───── MATERIAL TO PROCESS

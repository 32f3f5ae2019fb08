import { describe, expect, test } from 'vitest';
import { cyclesOf, morletKernel, morletWidth } from '../../../workers/engine/phase/morlet';

describe('morlet', () => {
  test('cycles run log-spaced from the first to the last frequency', () => {
    const cycles = cyclesOf({ from: 3, to: 12 }, 3);
    [3, 6, 12].forEach((expected, i) => expect(cycles[i]).toBeCloseTo(expected, 12));
  });

  test('a single frequency takes the first number of cycles', () => {
    expect(cyclesOf({ from: 3, to: 12 }, 1)).toEqual([3]);
  });

  test('widths equal published and computed values', () => {
    // reference-values.md section 8, COMP: f = 10, n = 7 gives s .1114085.
    const width = morletWidth(10, 7, 1000);
    expect(width.timeFwhmS).toBeCloseTo(0.2623469, 7);
    expect(width.frequencyFwhmHz).toBeCloseTo(3.3640286, 7);
    // Tallon-Baudry et al. 1996, f0 / sigma_f = 7 (MEM): 2 sigma_t 111.4 ms at 20 Hz, 22.2 at 100 Hz.
    const sigmas = 2 / (2 * Math.sqrt(2 * Math.log(2)));
    expect(1000 * sigmas * morletWidth(20, 7, 1000).timeFwhmS).toBeCloseTo(111.408, 3);
    expect(1000 * sigmas * morletWidth(100, 7, 1000).timeFwhmS).toBeCloseTo(22.282, 3);
    expect(sigmas * morletWidth(20, 7, 1000).frequencyFwhmHz).toBeCloseTo(5.714, 3);
    expect(sigmas * morletWidth(100, 7, 1000).frequencyFwhmHz).toBeCloseTo(28.571, 3);
  });

  test('the envelope is at half its height half a full width from the centre', () => {
    const rate = 10_000;
    const { halfLength, re, im } = morletKernel(10, 7, rate);
    const half = Math.round((morletWidth(10, 7, rate).timeFwhmS / 2) * rate);
    // The nearest sample is at most 50 us off, where the envelope falls by 0.5 % per ms.
    expect(Math.hypot(re[halfLength + half], im[halfLength + half])).toBeCloseTo(0.5, 3);
  });

  test('samples of a kernel equal those computed by NumPy', () => {
    // reference/08_signal.json, morlet_samples_f10_fwhm0.2_fs100, COMP: t = 0, .01, .02, .03.
    const cycles = (2 * Math.PI * 10 * 0.2) / (2 * Math.sqrt(2 * Math.log(2)));
    const { halfLength, re, im } = morletKernel(10, cycles, 100);
    [1, 0.803428705794787, 0.300566908413267, -0.290328496109001].forEach((value, m) => {
      expect(re[halfLength + m]).toBeCloseTo(value, 12);
      expect(re[halfLength - m]).toBeCloseTo(value, 12);
    });
    [0, 0.58372512298022, 0.925049825843174, 0.893539232843523].forEach((value, m) => {
      expect(im[halfLength + m]).toBeCloseTo(value, 10);
      expect(im[halfLength - m]).toBeCloseTo(-value, 10);
    });
  });

  test('the gain at and beside its frequency equals the closed form of a Gaussian', () => {
    // reference/08_signal.json, morlet_gain_f10_fwhm0.2, COMP (closed form).
    const rate = 1000;
    const cycles = (2 * Math.PI * 10 * 0.2) / (2 * Math.sqrt(2 * Math.log(2)));
    const { halfLength, re, im } = morletKernel(10, cycles, rate);
    const gainAt = (hz: number) => {
      let [x, y] = [0, 0];
      for (let m = -halfLength; m <= halfLength; m++) {
        const angle = (-2 * Math.PI * hz * m) / rate;
        const [c, d] = [Math.cos(angle), Math.sin(angle)];
        x += re[m + halfLength] * c - im[m + halfLength] * d;
        y += re[m + halfLength] * d + im[m + halfLength] * c;
      }
      return Math.hypot(x, y) / rate;
    };
    // Ours ends at 4 sd, where the envelope is exp(-8); what lies beyond is below 6.4e-5 of the area.
    const tolerance = 6.4e-5 * 0.2129;
    [
      [10, 0.21289340388624525],
      [11, 0.18463913452677272],
      [12, 0.1204504441172224],
      [14, 0.021814587495],
    ].forEach(([hz, gain]) => expect(Math.abs(gainAt(hz) - gain)).toBeLessThan(tolerance));
  });

  test('the kernel reaches four standard deviations, rounded up to a sample', () => {
    expect(morletKernel(10, 5, 160).halfLength).toBe(Math.ceil((4 * 5 * 160) / (2 * Math.PI * 10)));
  });
});
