import FFT from 'fft.js';
import { phaseJob, phasesOfEpoch } from '../../../workers/engine/phase/phases';
import { cyclesOf, morletKernel } from '../../../workers/engine/phase/morlet';
import { guardSamples } from '../../../workers/engine/phase/guard';
import { samplePlan } from '../../engine/sample-plan';
import { uniform } from '../random';
import { agree, readF32, write, writeSettings, type Task } from '../task';

const rate = 512;
const epochs = 64;
const samples = 1024;
const times = 100;
const step = 8;
const frequencies = Array.from({ length: 30 }, (_, i) => 10 * 8 ** (i / 29));
const phase = {
  method: 'morlet' as const,
  frequencies: { kind: 'list' as const, hz: frequencies },
  cycles: { from: 3, to: 10 },
};
const guard = guardSamples(phase, frequencies, rate);
const windowCount = samples - 2 * guard;

/** Epochs stand in for sites: the work is the same. */
function job() {
  const sites = Array.from({ length: epochs }, (_, i) => `S${i}`);
  const base = samplePlan();
  const plan = samplePlan({
    sites,
    phase,
    epoch: { ...base.epoch, fromS: 0, toS: (windowCount - 1) / rate },
    times: { fromS: 0, toS: ((times - 1) * step) / rate, stepS: step / rate },
  });
  const timesS = Array.from({ length: times }, (_, i) => (i * step) / rate);
  const axes = { sites, pairs: [], frequenciesHz: frequencies, timesS, samplingRateHz: rate };
  return phaseJob(plan, axes, 1);
}

function load(folder: string) {
  const x = readF32(folder, 'epochs.f32');
  const work = job();
  const signals = Array.from({ length: epochs }, (_, e) =>
    Float64Array.from(x.subarray(e * samples, (e + 1) * samples)),
  );
  const phasors = new Float32Array(work.layout.byteLength / 4);
  return () => {
    phasesOfEpoch(work, signals, 0, phasors, 'the bench');
    return phasors;
  };
}

/** Real spectra of the centred kernels, for the twin. */
function kernelSpectra(): Float32Array {
  const fft = new FFT(samples);
  const out = new Float32Array(frequencies.length * samples);
  const cycles = cyclesOf(phase.cycles, frequencies.length);
  frequencies
    .map((hz, f) => morletKernel(hz, cycles[f], rate))
    .forEach(({ halfLength, re, im }, f) => {
      const centred = new Float64Array(2 * samples);
      for (let m = -halfLength; m <= halfLength; m++) {
        const at = 2 * ((m + samples) % samples);
        centred[at] = re[m + halfLength];
        centred[at + 1] = im[m + halfLength];
      }
      const spectrum = new Float64Array(2 * samples);
      fft.transform(spectrum, centred);
      for (let b = 0; b < samples; b++) out[f * samples + b] = spectrum[2 * b];
    });
  return out;
}

export const morletTask: Task = {
  id: '(e)',
  twin: 'morlet.py',
  name: 'Morlet, 1024-sample epochs, 30 frequencies, 100 kept times, folded',
  unit: 'thousand epochs/s',
  amount: epochs / 1000,
  repeats: 21,
  mustReach: 2,
  ambitious: 2.8,
  prepare(folder) {
    const random = uniform(7);
    write(
      folder,
      'epochs.f32',
      Float32Array.from({ length: epochs * samples }, () => random() - 0.5),
    );
    write(folder, 'kernels.f32', kernelSpectra());
    const size = samples;
    const settings = { epochs, samples, size, frequencies: frequencies.length, times, step };
    const centreBins = frequencies.map((hz) => (hz * samples) / rate);
    const cycles = frequencies.map((_, i) => 3 * (10 / 3) ** (i / (frequencies.length - 1)));
    const sigmaBins = centreBins.map((bin, i) => bin / cycles[i]);
    writeSettings(folder, { ...settings, first: guard, centreBins, sigmaBins });
  },
  load,
  compare(ours, twin) {
    const points = frequencies.length * times;
    const apart = new Float64Array(twin.length);
    for (let e = 0; e < epochs; e++) {
      for (let x = 0; x < points; x++) {
        apart[(e * points + x) * 2] = ours[e * 2 * points + x];
        apart[(e * points + x) * 2 + 1] = ours[(e * 2 + 1) * points + x];
      }
    }
    // Where a signal is weak, f32 spectra turn its phase a little.
    agree(apart, twin, 2e-2, 'phasor');
  },
};
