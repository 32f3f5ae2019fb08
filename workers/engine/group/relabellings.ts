import { permutationGenerator } from '../null/random';
import type { GroupDesign } from './design';

/** The relabellings of a group test beside the identity. */
export interface Relabellings {
  count: number;
  /** All that there are, so that p is exact; otherwise drawn at random. */
  exact: boolean;
  /**
   * `marks[relabelling * participantCount + i]`: 1 where participant i's sign is turned (paired), or
   * where it is put in the first group (between).
   */
  marks: Uint8Array;
}

/**
 * All relabellings but the identity where these are fewer than `permutations`, else `permutations`
 * random ones, number p drawn from its own generator. The identity is counted by the + 1 of p.
 * Allocates one byte a relabelling and participant.
 * Source: Fisher 1935, section 21 (sign flips); Pitman 1937 (group labels).
 */
export function relabellings(
  design: GroupDesign,
  participantCount: number,
  permutations: number,
  seed: string,
): Relabellings {
  const inFirst = design.kind === 'paired' ? null : design.inFirst;
  const firstCount = inFirst?.filter(Boolean).length ?? 0;
  const total = inFirst ? choose(participantCount, firstCount) : 2 ** participantCount;
  const exact = total <= permutations;
  const count = exact ? total - 1 : permutations;
  const marks = new Uint8Array(count * participantCount);
  const rowOf = (p: number) => marks.subarray(p * participantCount, (p + 1) * participantCount);
  if (!exact) {
    for (let p = 0; p < count; p++) {
      const random = permutationGenerator(seed, `group-${design.kind}`, p);
      if (inFirst) deal(rowOf(p), firstCount, random.below);
      else rowOf(p).forEach((_, i, row) => (row[i] = random.below(2)));
    }
  } else if (inFirst) {
    let p = 0;
    for (const chosen of choices(participantCount, firstCount)) {
      if (chosen.every((i) => inFirst[i])) continue;
      const row = rowOf(p++);
      for (const i of chosen) row[i] = 1;
    }
  } else {
    for (let p = 0; p < count; p++) {
      rowOf(p).forEach((_, i, row) => (row[i] = Math.floor((p + 1) / 2 ** i) % 2));
    }
  }
  return { count, exact, marks };
}

/** Marks `count` of a row's places, every choice equally likely. */
function deal(row: Uint8Array, count: number, below: (limit: number) => number): void {
  const order = Array.from(row, (_, i) => i);
  for (let n = 0; n < count; n++) {
    const other = n + below(order.length - n);
    row[order[other]] = 1;
    order[other] = order[n];
  }
}

function choose(n: number, k: number): number {
  let ways = 1;
  for (let i = 1; i <= k; i++) ways = Math.round((ways * (n - k + i)) / i);
  return ways;
}

/** Every choice of k of 0 .. n - 1, each ascending, in lexical order. */
function* choices(n: number, k: number): Generator<number[]> {
  const chosen = Array.from({ length: k }, (_, i) => i);
  for (;;) {
    yield chosen;
    let at = k - 1;
    while (at >= 0 && chosen[at] === n - k + at) at--;
    if (at < 0) return;
    chosen[at]++;
    for (let i = at + 1; i < k; i++) chosen[i] = chosen[i - 1] + 1;
  }
}
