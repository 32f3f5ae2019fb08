import type { GroupDesign } from './design';

/** Beyond this |t| the values are equal to rounding: kept finite, and all such count as tied. */
export const largestT = 1000;

/** A variance below this share of the mean square is rounding. */
const noVariance = 1e-12;

/** t over participants of the features of one pair, under any relabelling. */
export interface GroupStatistic {
  /** `marks[i]` as relabellings.ts has it. Writes t and, where asked for, the means behind it. */
  write(marks: ArrayLike<number>, t: Float64Array, means?: GroupMeans): void;
}

export interface GroupMeans {
  /** Paired: the mean of all; between: of the first group. */
  first: Float32Array;
  /** Paired: 0; between: of the second group. */
  second: Float32Array;
  standardError: Float32Array;
}

/**
 * Layout: `values[participant * featureCount + feature]`. Allocates three rows; `write` nothing.
 * Policy: t is 0 where every value is 0, and never beyond `largestT`.
 * Cost of `write`: participants times features.
 * Source: Student 1908 (one sample, and two with pooled variance); Welch 1938 (unequal).
 */
export function groupStatistic(
  design: GroupDesign,
  values: Float64Array,
  featureCount: number,
): GroupStatistic {
  const count = values.length / featureCount;
  return design.kind === 'paired'
    ? oneSample(values, count, featureCount)
    : twoSamples(values, count, featureCount, design);
}

function oneSample(values: Float64Array, count: number, featureCount: number): GroupStatistic {
  const squares = squaresOf(values, featureCount);
  const sums = new Float64Array(featureCount);
  return {
    write(marks, t, means) {
      sums.fill(0);
      for (let i = 0; i < count; i++) {
        const sign = marks[i] ? -1 : 1;
        const row = i * featureCount;
        for (let x = 0; x < featureCount; x++) sums[x] += sign * values[row + x];
      }
      for (let x = 0; x < featureCount; x++) {
        const mean = sums[x] / count;
        const variance = (squares[x] - sums[x] * mean) / (count - 1);
        t[x] = tOf(mean, variance / count, squares[x] / count);
        if (means) store(means, x, mean, 0, variance / count);
      }
    },
  };
}

function twoSamples(
  given: Float64Array,
  count: number,
  featureCount: number,
  { variance, inFirst }: Extract<GroupDesign, { kind: 'between' }>,
): GroupStatistic {
  const firstCount = inFirst.filter(Boolean).length;
  const secondCount = count - firstCount;
  // Sums about the common mean lose least to rounding; t does not change by it.
  const centre = meansOf(given, count, featureCount);
  const values = given.map((value, i) => value - centre[i % featureCount]);
  const squares = squaresOf(values, featureCount);
  const [sum, square] = [new Float64Array(featureCount), new Float64Array(featureCount)];
  return {
    write(marks, t, means) {
      sum.fill(0);
      square.fill(0);
      for (let i = 0; i < count; i++) {
        if (!marks[i]) continue;
        const row = i * featureCount;
        for (let x = 0; x < featureCount; x++) {
          const value = values[row + x];
          sum[x] += value;
          square[x] += value * value;
        }
      }
      for (let x = 0; x < featureCount; x++) {
        const [first, second] = [sum[x] / firstCount, -sum[x] / secondCount];
        const withinFirst = square[x] - sum[x] * first;
        const withinSecond = squares[x] - square[x] + sum[x] * second;
        const error =
          variance === 'pooled'
            ? ((withinFirst + withinSecond) / (count - 2)) * (1 / firstCount + 1 / secondCount)
            : withinFirst / (firstCount - 1) / firstCount +
              withinSecond / (secondCount - 1) / secondCount;
        t[x] = tOf(first - second, error, squares[x] / count);
        if (means) store(means, x, first + centre[x], second + centre[x], error);
      }
    },
  };
}

/** t from a mean, its squared standard error, and the mean square that says what rounding is. */
function tOf(mean: number, squaredError: number, meanSquare: number): number {
  if (squaredError > noVariance * meanSquare) {
    const t = mean / Math.sqrt(squaredError);
    return Math.max(-largestT, Math.min(largestT, t));
  }
  return mean * mean > noVariance * meanSquare ? Math.sign(mean) * largestT : 0;
}

function store(means: GroupMeans, x: number, first: number, second: number, error: number): void {
  means.first[x] = first;
  means.second[x] = second;
  means.standardError[x] = Math.sqrt(Math.max(0, error));
}

function meansOf(values: Float64Array, count: number, featureCount: number): Float64Array {
  const means = new Float64Array(featureCount);
  values.forEach((value, i) => (means[i % featureCount] += value / count));
  return means;
}

function squaresOf(values: Float64Array, featureCount: number): Float64Array {
  const squares = new Float64Array(featureCount);
  values.forEach((value, i) => (squares[i % featureCount] += value * value));
  return squares;
}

──────────

> [WHAT IS BEING ASKED]:
Search the lines above for the string "features" and copy each line that has it.

> [EXERCISE OUTPUT]:
/** t over participants of the features of one pair, under any relabelling. */
 * Cost of `write`: participants times features.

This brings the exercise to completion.